I wrote a little essay about THAT not long ago, harping on the fact that so few programmers have a clue about this. CookingWithGas and Chronos entered posts agreeing, and we got into a discussion there about how best to compare floating-point number to get programs to do the right things.

Date puzzle

Here’s a programming exercise every programmer should try at least once in his/her career:

Code and run this program in as many languages as you can, correcting the syntax as necessary for each language (C/C++, Java, JavaScript, PHP, T-SQL, bash, perl, Fortran, Algol, Cobol, Pascal, Visual Basic, even bare-bones assembly languages). Change the print statements to display the output any way that’s convenient. Compare the results. Do all compilers and interpreters produce the same result? Can you explain what is happening?

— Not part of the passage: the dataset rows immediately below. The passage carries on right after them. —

"""Every key the issues say external validation reads, as written there:
the analysis-file keys of issue 2 item 4 and of the "Keys that external
validation reads" sections of issues 3, 4 and 5, and the results.json keys
they name. These are shape and presence checks (the numbers behind them are
checked against outside references in the other test_analysis_* files);
each run goes through the command line so that results.json itself is read.
"""

from __future__ import annotations

import csv
import json
import textwrap
from pathlib import Path

import numpy as np
import pytest

from doseattr.analysis.config import load_analysis
from doseattr.analysis.pipeline import run_analysis
from doseattr.cli import main

BANDS = """\
lower,upper,dose,rr,ci_lower,ci_upper,cases,controls
0,5,2,1,,,120,480
5,10,7,1.30,1.05,1.61,95,310
10,20,14,1.55,1.20,2.00,88,220
20,40,28,1.80,1.30,2.49,60,140
40,,55,2.10,1.40,3.15,40,80
"""
MEASUREMENTS = """\
value,detected,weight
12.0,true,1
9.5,true,2
<3,false,1
3.0,false,1
17.3,true,3
11.0,true,1
8.2,true,2
26.4,true,1
5.1,true,1
"""
STRATA = "stratum,cases,population\nNorth,120,5000\nSouth,80,3000\n"
POINTS = "dose,rr,ci_lower,ci_upper\n0,1,,\n10,1.2,1.05,1.37\n40,1.6,1.25,2.05\n"
DRAWS = "dose,d1,d2,d3\n0,1,1,1\n20,1.1,1.3,1.2\n50,1.3,1.7,1.5\n"
BINS = "lower,upper,count\n0,5,120\n5,10,260\n10,20,310\n20,,90\n"
HISTORY = ("worker,start,end,intensity\nW1,2000-01-01,2006-01-01,1.0\n"
           "W2,2001-01-01,2011-01-01,0.5\nW3,1995-01-01,2003-06-30,2.0\n"
           "W4,2005-01-01,2015-01-01,1.5\n")
BANDS_IR = BANDS.replace("controls", "person_time").replace(",480\n", ",48000\n")
BANDS_CUM = BANDS.replace("controls", "persons").replace(",480\n", ",4800\n")
FILES = {"bands.csv": BANDS, "ir.csv": BANDS_IR, "cum.csv": BANDS_CUM, "m.csv": MEASUREMENTS,
         "strata.csv": STRATA, "points.csv": POINTS, "draws.csv": DRAWS, "bins.csv": BINS,
         "h.csv": HISTORY}

FULL = """\
unit = "ug/m3"
[curve]
table = "bands.csv"
design = "case-control"
model = "log-linear"
beyond = "flat"
dose = "given"
covariance = "counts"
[exposure]
table = "m.csv"
family = "lognormal"
unexposed = 0.1
[attribution]
minimum_risk = [1, 3]
cutpoints = [5, 10, 20]
[[scenario]]
name = "cap"
cap = 15
[[scenario]]
name = "scale"
scale = 0.8
[[scenario]]
name = "minus"
reduce_by = 2
[uncertainty]
draws = 200
seed = 7
poisson_cases = true
[burden]
table = "strata.csv"
"""


OUTCOMES = """\
unit = "ug/m3"
[exposure]
gm = 9.0
gsd = 2.0
[uncertainty]
draws = 200
[[outcome]]
name = "A"
[outcome.curve]
model = "linear"
err = 0.03
ci = [0.01, 0.05]
[outcome.burden]
table = "strata.csv"
[[outcome]]
name = "B"
[outcome.curve]
model = "log-linear"
rr = 1.1
per = 10
max_dose = 50
[outcome.burden]
table = "strata.csv"
"""


def _results(tmp_path: Path, text: str, cli: bool = True) -> tuple[dict, Path]:
    """results.json as written by the command line (``cli``), or the same
    dictionary through a JSON round trip (quicker: no report)."""
    for name, body in FILES.items():
        (tmp_path / name).write_text(body)
    (tmp_path / "a.toml").write_text(textwrap.dedent(text))
    out = tmp_path / "out"
    if not cli:
        results = run_analysis(load_analysis(tmp_path / "a.toml"))
        return json.loads(json.dumps(results.to_dict(), allow_nan=False)), out
    assert main(["run", str(tmp_path / "a.toml"), "--out", str(out), "--quiet"]) == 0
    return json.loads((out / "results.json").read_text()), out


def _interval(v) -> bool:
    return {"estimate", "lower", "upper"} <= set(v) and v["lower"] <= v["upper"]


def _check_burden(b: dict, n: int) -> None:
    assert len(b["strata"]) == n
    for row in b["strata"] + [b["total"]]:
        assert isinstance(row["paf"]["estimate"], float) and _interval(row["paf"])
        assert isinstance(row["cases"], float) and _interval(row["attributable"])
    assert [r["stratum"] for r in b["strata"]] == ["North", "South"]
    assert {s["name"] for s in b["total"]["scenarios"]} >= {"cap"}
    assert all(_interval(s["averted"]) for s in b["total"]["scenarios"])


def test_issue_2_3_4_5_keys_on_a_full_analysis(tmp_path):
    d, _ = _results(tmp_path, FULL)
    assert d["schema_version"] and _interval(d["paf"])
    assert [s["name"] for s in d["scenarios"]] == ["cap", "scale", "minus"]
    assert all(_interval(s["pif"]) and _interval(s["averted"]) for s in d["scenarios"])
    c = d["curve"]
    assert c["model"] == "log-linear" and isinstance(c["coefficients"], list)
    assert np.shape(c["covariance"]) == (1, 1) and c["max_dose"] == 55.0
    assert [f["dose"] for f in c["fitted"]] == [7.0, 14.0, 28.0, 55.0]
    assert all({"rr_reported", "rr_fitted"} <= set(f) for f in c["fitted"])
    assert np.shape(c["log_rr_covariance"]) == (4, 4)
    e = d["exposure"]
    assert e["family"] == "lognormal" and set(e["parameters"]) == {"gm", "gsd"}
    assert e["unexposed"] == 0.1 and 0 <= e["share_beyond_max_dose"] <= 1
    assert e["detected"] == 7 and e["censored"] == 2
    assert [set(f) >= {"family", "parameters", "loglik", "aic"} for f in e["fits"]] == [True]
    cat = d["categorical"]
    assert cat["cutpoints"] == [5.0, 10.0, 20.0] and len(cat["shares"]) == 4
    assert [m["method"] for m in cat["methods"]] == ["midpoint", "band-mean"]
    assert all(len(m["rr"]) == 4 and isinstance(m["paf"], float) for m in cat["methods"])
    assert isinstance(cat["continuous_paf"], float)
    _check_burden(d["burden"], 2)
    widths = d["uncertainty"]["width_by_source"]
    assert [w["source"] for w in widths] == ["curve", "exposure", "minimum_risk", "cases"]
    assert all(w["width"] == pytest.approx(w["upper"] - w["lower"]) for w in widths)


def test_reported_method_with_the_study_bands(tmp_path):
    d, _ = _results(tmp_path, FULL.replace("cutpoints = [5, 10, 20]\n", ""), cli=False)
    methods = d["categorical"]["methods"]
    assert [m["method"] for m in methods] == ["reported", "midpoint", "band-mean"]
    assert methods[0]["rr"] == [1.0, 1.3, 1.55, 1.8, 2.1]


@pytest.mark.parametrize("curve, check", [
    ('table = "bands.csv"\nmodel = "spline"\nknots = [2, 14, 55]',
     lambda c: np.shape(c["covariance"]) == (2, 2) and 0 <= c["nonlinearity_p"] <= 1),
    ('table = "bands.csv"\nmodel = "spline"\nknot_count = 4',
     lambda c: np.shape(c["covariance"]) == (3, 3) and c["nonlinearity_p"] is not None),
    ('table = "bands.csv"\ndose = "band-median"\ncovariance = "independent"',
     lambda c: c["covariance_method"] == "independent"),
    ('table = "bands.csv"\ndose = "midpoint"\ncovariance = "effective-counts"',
     lambda c: c["covariance_method"] == "effective-counts"),
    ('table = "bands.csv"\ndose = "band-mean"\nmodel = "linear"', lambda c: c["model"] == "linear"),
    ('table = "bands.csv"\nmodel = "power"\noffset = 1', lambda c: c["model"] == "power"),
    ('table = "ir.csv"\ndesign = "incidence-rate"',
     lambda c: c["covariance_method"] == "counts"),
    ('table = "cum.csv"\ndesign = "cumulative-incidence"',
     lambda c: c["covariance_method"] == "counts"),
    ('points = "points.csv"', lambda c: c["max_dose"] == 40.0),
    ('draws = "draws.csv"', lambda c: c["max_dose"] == 50.0),
    ('model = "log-linear"\nrr = 1.2\nper = 10\nci = [1.1, 1.3]\nmax_dose = 60',
     lambda c: c["max_dose"] == 60.0),
    ('model = "linear"\nerr = 0.1\nper = 10\nreference_dose = 1', lambda c: c["max_dose"] is None),
    ('model = "power"\nexponent = 0.3\nci = [0.1, 0.5]\noffset = 1\nbeyond = "extend"',
     lambda c: c["model"] == "power"),
])
def test_curve_keys(tmp_path, curve, check):
    text = f'unit = "ug/m3"\n[curve]\n{curve}\n[exposure]\ngm = 9.0\ngsd = 2.0\n'
    d, _ = _results(tmp_path, text, cli=False)
    assert check(d["curve"])


@pytest.mark.parametrize("exposure, family, names", [
    ('table = "m.csv"\nfamily = "gamma"', "gamma", {"shape", "scale"}),
    ('table = "m.csv"\nfamily = "weibull"', "weibull", {"shape", "scale"}),
    ('table = "m.csv"\nfamily = "best"', None, None),
    ('family = "gamma"\nshape = 2.0\nscale = 4.0', "gamma", {"shape", "scale"}),
    ('family = "lognormal"\nmean = 8.0\nsd = 6.0', "lognormal", {"gm", "gsd"}),
    ('percentiles = {50 = 8.0, 95 = 20.0}', "lognormal", {"gm", "gsd"}),
    ('bins = "bins.csv"\nfamily = "gamma"', "gamma", {"shape", "scale"}),
    ('table = "m.csv"\nfamily = "lognormal"\nsubstitution = [0.5]', "lognormal", {"gm", "gsd"}),
])
def test_exposure_keys(tmp_path, exposure, family, names):
    text = (f'unit = "ug/m3"\n[curve]\nmodel = "linear"\nerr = 0.02\n'
            f'[exposure]\n{exposure}\n')
    d, _ = _results(tmp_path, text, cli=False)
    e = d["exposure"]
    if family is None:  # best: every family tried, the chosen one first
        assert sorted(f["family"] for f in e["fits"]) == ["gamma", "lognormal", "weibull"]
        assert e["fits"][0]["family"] == e["family"]
    else:
        assert e["family"] == family and set(e["parameters"]) == names
    if "substitution" in exposure:
        assert set(e["substitution"][0]) >= {"fraction", "parameters", "paf", "difference"}


def test_histories_keys_and_workers_csv(tmp_path):
    text = ('unit = "mg/m3-years"\n[curve]\nmodel = "linear"\nerr = 0.02\n'
            '[exposure]\nhistories = "h.csv"\nas_of = "2020-01-01"\nlag_years = 5\n')
    d, out = _results(tmp_path, text)
    with open(out / "workers.csv", newline="") as fh:
        rows = list(csv.DictReader(row for row in fh if not row.startswith("#")))
    assert len(rows) == 4
    assert {"worker", "cumulative", "duration_years", "mean_intensity"} <= set(rows[0])
    assert d["exposure"]["family"] == "lognormal"


def test_outcomes_hold_the_same_keys(tmp_path):
    text = OUTCOMES
    d, _ = _results(tmp_path, text)
    assert [o["name"] for o in d["outcomes"]] == ["A", "B"]
    for o in d["outcomes"]:
        assert _interval(o["paf"]) and o["curve"]["model"] in ("linear", "log-linear")
        b = o["burden"]
        assert len(b["strata"]) == 2 and isinstance(b["total"]["paf"]["estimate"], float)
        assert _interval(b["total"]["attributable"]) and _interval(b["total"]["paf"])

float tenth, unity, addEmUp ;
tenth = 0.1 ;
unity = 1.0 ;
addEmUp = tenth + tenth + tenth + tenth + tenth + tenth + tenth + tenth + tenth + tenth ;
if ( addEmUp == unity ) {
print “There is sanity in the world.” ;
}
else {
print “The gods must be crazy.” ;
}

Well? How many of you programmers out there HAVE done this, or similar, exercise at least once in your career? I keep harping on this because of the non-ending trouble I have had in working with, or supporting, other people’s code that does this wrong.

ETA: I’ve also noticed that:
addEmUp = tenth + tenth + tenth + tenth + tenth + tenth + tenth + tenth + tenth + tenth ;
doesn’t always produce the same result as:
addEmUp = tenth * 10.0 ;
Go figure. Might have something to do with compiler code optimization or something.